• _TASK PROMPT_
Return the lines of the data below exactly. Start at the first and end with the line containing "perG.forEach((i, share) ->".
[RECORDS SUPPLIED — start]
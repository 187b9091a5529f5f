package org.hazewright.bench;

import java.util.Collections;
import java.util.LinkedHashMap;
import java.util.Map;
import org.apache.commons.math3.optim.MaxEval;
import org.apache.commons.math3.optim.nonlinear.scalar.GoalType;
import org.apache.commons.math3.optim.univariate.BrentOptimizer;
import org.apache.commons.math3.optim.univariate.SearchInterval;
import org.apache.commons.math3.optim.univariate.UnivariateObjectiveFunction;
import org.hazewright.brief.Point;
import org.hazewright.design.Frozen;
import org.hazewright.optics.Refusal;
import org.hazewright.shelf.Ingredient;

/**
 * What is in a vessel, g of each ingredient, while it is added to and taken from. Volumes add: V = Σ m_i/ρ_i, mL.
 */
public record Vessel(Map<Ingredient, Double> massesG) {
    public Vessel {
        massesG = Collections.unmodifiableMap(new LinkedHashMap<>(massesG));
    }

    public double volumeMl() {
        return volumeMl(massesG);
    }

    public double massG() {
        return massesG.values().stream().mapToDouble(Double::doubleValue).sum();
    }

    /** With so many grams of a liquid of which one gram holds {@code perG}. */
    public Vessel plus(Map<Ingredient, Double> perG, double massG) {
        Map<Ingredient, Double> masses = new LinkedHashMap<>(massesG);
        perG.forEach((i, share) -> masses.merge(i, share * massG, Double::sum));
        return new Vessel(masses);
    }

    /** After so many mL of the stirred content were taken out; refused when it does not hold more than that. */
    public Vessel without(double volumeMl) {
        double whole = volumeMl();
        Refusal.notNegative("Volume taken out in mL", volumeMl);
        if (volumeMl >= whole)
            throw new Refusal("Taking " + Grams.plain(volumeMl) + " mL out of a vessel that holds " + Grams.plain(whole)
                    + " mL leaves nothing; take less out, or begin with more.");
        Map<Ingredient, Double> masses = new LinkedHashMap<>(massesG);
        masses.replaceAll((i, g) -> g * (1 - volumeMl / whole));
        return new Vessel(masses);
    }

    /**
     * Grams of a liquid to add so that Σ w (miss)² over the model's points is least; 0 when adding does no good. {@code mostG} is
     * the most that is tried. For one point this is the root of µ(g) = (A + g a)/(V + g v) = t, to 1e-9 of the dose.
     */
    public double doseG(Map<Ingredient, Double> perG, Frozen model, double mostG) {
        double[] here = times(model.valuesPerCm(massesG), volumeMl());
        double[] each = times(model.valuesPerCm(perG), volumeMl(perG));
        double v0 = volumeMl();
        double v = volumeMl(perG);
        if (model.points().size() == 1) {
            double t = model.points().get(0).wantedPerCm();
            double rate = each[0] - t * v;
            double g = (t * v0 - here[0]) / rate;
            return rate == 0 || !(g > 0) ? 0 : Math.min(g, mostG);
        }
        UnivariateObjectiveFunction misses = new UnivariateObjectiveFunction(g -> {
            double sum = 0;
            for (int j = 0; j < here.length; j++) {
                Point p = model.points().get(j);
                double miss = p.miss((here[j] + g * each[j]) / (v0 + g * v));
                sum += p.weight() * miss * miss;
            }
            return sum;
        });
        return new BrentOptimizer(1e-9, 1e-9)
                .optimize(misses, GoalType.MINIMIZE, new SearchInterval(0, mostG), new MaxEval(500))
                .getPoint();
    }

    private static double[] times(double[] values, double factor) {
        double[] out = values.clone();
        for (int j = 0; j < out.length; j++) out[j] *= factor;
        return out;
    }

    private static double volumeMl(Map<Ingredient, Double> massesG) {
        double volume = 0;
        for (var entry : massesG.entrySet())
            volume += entry.getValue() / entry.getKey().densityGPerMl();
        return volume;
    }

    /** What one gram of a recipe's mixture holds, g. */
    static Map<Ingredient, Double> perG(Map<Ingredient, Double> massesG) {
        double sum = massesG.values().stream().mapToDouble(Double::doubleValue).sum();
        Map<Ingredient, Double> perG = new LinkedHashMap<>(massesG);
        perG.replaceAll((i, g) -> g / sum);
        return perG;
    }
}
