package org.hazewright.transport;

import static org.junit.jupiter.api.Assertions.assertEquals;

import org.junit.jupiter.params.ParameterizedTest;
import org.junit.jupiter.params.provider.CsvSource;

class BesselK0ReferenceTest {
    /** Abramowitz &amp; Stegun 1964, table 9.8; digits beyond the table by another library's K₀. */
    @ParameterizedTest
    @CsvSource({
        "0.001, 7.0236888005623825",
        "0.1, 2.4270690247020164",
        "1, 0.42102443824070823",
        "5, 0.0036910983340425942",
        "20, 5.741237815336524e-10"
    })
    void realArgument(double x, double expected) {
        BesselK0 k = new BesselK0();
        k.at(x, 0);
        assertEquals(expected, k.re, 1e-12 * expected);
        assertEquals(0, k.im);
    }

    /** Kelvin functions ker x + i kei x = K₀(x exp(iπ/4)); Abramowitz &amp; Stegun 1964, table 9.12 and 9.9.2. */
    @ParameterizedTest
    @CsvSource({
        "0.5, 0.8559058721186342, -0.6715816950943675",
        "1, 0.286706208728316, -0.49499463651871994",
        "3, -0.06702923330379866, -0.05112188404598678",
        "8, 0.0014858340685189619, 0.00036958395612595036"
    })
    void kelvinFunctions(double x, double ker, double kei) {
        BesselK0 k = new BesselK0();
        k.at(x / Math.sqrt(2), x / Math.sqrt(2));
        double size = Math.hypot(ker, kei);
        assertEquals(ker, k.re, 1e-11 * size);
        assertEquals(kei, k.im, 1e-11 * size);
    }
}
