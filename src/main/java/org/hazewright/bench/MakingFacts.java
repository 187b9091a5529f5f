package org.hazewright.bench;

import java.util.ArrayList;
import java.util.LinkedHashSet;
import java.util.List;
import java.util.OptionalDouble;
import java.util.Set;
import java.util.function.Function;
import org.hazewright.mixture.Item;
import org.hazewright.mixture.Recipe;
import org.hazewright.shelf.Ingredient;
import org.hazewright.shelf.Making;
import org.hazewright.shelf.Part;

/**
 * What the files of a recipe's ingredients say about making it: temperatures in °C, times in min or h. Of the base a fact is taken
 * from its own file first, then from its parts', then from modifiers (a gelling powder may come as one); nothing is made up where
 * no file speaks.
 */
final class MakingFacts {
    private final List<Ingredient> base = new ArrayList<>(); // in the order in which facts are looked up
    private final Set<Ingredient> added = new LinkedHashSet<>();

    MakingFacts(Recipe recipe) {
        base.add(recipe.base());
        for (Item i : recipe.items()) {
            if (isBase(recipe, i)) base.add(i.ingredient());
            else added.add(i.ingredient());
        }
        added.stream().filter(i -> i.part() == Part.MODIFIER).forEach(base::add);
    }

    /** Whether an item is a part of the base, or the base itself, weighed neat. */
    static boolean isBase(Recipe recipe, Item item) {
        if (item.stock().isPresent()) return false;
        String id = item.ingredient().id();
        return id.equals(recipe.base().id())
                || recipe.base().blend().stream().anyMatch(p -> p.ingredient().equals(id));
    }

    /** What is added to the base, in weighing order. */
    Set<Ingredient> added() {
        return added;
    }

    OptionalDouble ofBase(Function<Making, OptionalDouble> fact) {
        return base.stream()
                .map(i -> fact.apply(i.making()))
                .filter(OptionalDouble::isPresent)
                .findFirst()
                .orElse(OptionalDouble.empty());
    }

    boolean degas() {
        return base.stream().anyMatch(i -> i.making().degas())
                || added.stream().anyMatch(i -> i.making().degas());
    }

    OptionalDouble meltC() {
        return ofBase(Making::meltC);
    }

    /** What the molten base must not fall below while things are added. */
    OptionalDouble stayAboveC() {
        return ofBase(Making::addAboveC);
    }

    /** The lowest limit that what is added, or the base itself, sets on the base's temperature at adding. */
    OptionalDouble addBelowC() {
        OptionalDouble own = ofBase(Making::addBelowC);
        OptionalDouble others = added.stream()
                .map(i -> i.making().addBelowC())
                .filter(OptionalDouble::isPresent)
                .mapToDouble(OptionalDouble::getAsDouble)
                .min();
        if (own.isEmpty()) return others;
        if (others.isEmpty()) return own;
        return OptionalDouble.of(Math.min(own.getAsDouble(), others.getAsDouble()));
    }

    boolean settles() {
        return added.stream().anyMatch(Ingredient::settles);
    }
}
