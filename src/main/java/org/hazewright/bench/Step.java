package org.hazewright.bench;

import java.util.List;
import java.util.Optional;
import java.util.OptionalDouble;

/**
 * One thing to do at the bench.
 *
 * @param text what to do, an imperative sentence with its grams
 * @param weighing the mass that it weighs, when it weighs one
 * @param loadsG the loads on the balance that the mass is weighed in; empty when nothing is weighed
 * @param allowed lowest and highest grams allowed, when the targets are known
 * @param volumeMl the mass as a volume, for liquids
 * @param temperatureC at which it is done, when a file gives it
 * @param minutes how long it takes, when a file gives it
 * @param handling how to treat the ingredient, from its file
 * @param cautions what can hurt or spoil here
 */
public record Step(
        Stage stage,
        String text,
        Optional<Weighing> weighing,
        List<Double> loadsG,
        Optional<Allowed> allowed,
        OptionalDouble volumeMl,
        OptionalDouble temperatureC,
        OptionalDouble minutes,
        List<String> handling,
        List<String> cautions) {

    /** Part of the work that a step belongs to; its heading on a sheet. */
    public enum Stage {
        STOCKS("Make the stocks"),
        BASE("Prepare the base"),
        ADD("Add"),
        FINISH("Finish");

        private final String heading;

        Stage(String heading) {
            this.heading = heading;
        }

        public String heading() {
            return heading;
        }
    }

    /** The band of a weighing, g. */
    public record Allowed(double lowG, double highG) {}

    public Step {
        loadsG = List.copyOf(loadsG);
        handling = List.copyOf(handling);
        cautions = List.copyOf(cautions);
    }
}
[RECORDS SUPPLIED — finish]
• _RESPONSE TO THIS TASK_
repository 187b9091a5529f5f
package org.hazewright.bench;

import java.util.Collections;
import java.util.LinkedHashMap;
import java.util.Map;
import org.apache.commons.math3.optim.MaxEval;
import org.apache.commons.math3.optim.nonlinear.scalar.GoalType;
import org.apache.commons.math3.optim.univariate.BrentOptimizer;
import org.apache.commons.math3.optim.univariate.SearchInterval;
import org.apache.commons.math3.optim.univariate.UnivariateObjectiveFunction;
import org.hazewright.brief.Point;
import org.hazewright.design.Frozen;
import org.hazewright.optics.Refusal;
import org.hazewright.shelf.Ingredient;

/**
 * What is in a vessel, g of each ingredient, while it is added to and taken from. Volumes add: V = Σ m_i/ρ_i, mL.
 */
public record Vessel(Map<Ingredient, Double> massesG) {
    public Vessel {
        massesG = Collections.unmodifiableMap(new LinkedHashMap<>(massesG));
    }

    public double volumeMl() {
        return volumeMl(massesG);
    }

    public double massG() {
        return massesG.values().stream().mapToDouble(Double::doubleValue).sum();
    }

    /** With so many grams of a liquid of which one gram holds {@code perG}. */
    public Vessel plus(Map<Ingredient, Double> perG, double massG) {
        Map<Ingredient, Double> masses = new LinkedHashMap<>(massesG);
        perG.forEach((i, share) -> masses.merge(i, share * massG, Double::sum));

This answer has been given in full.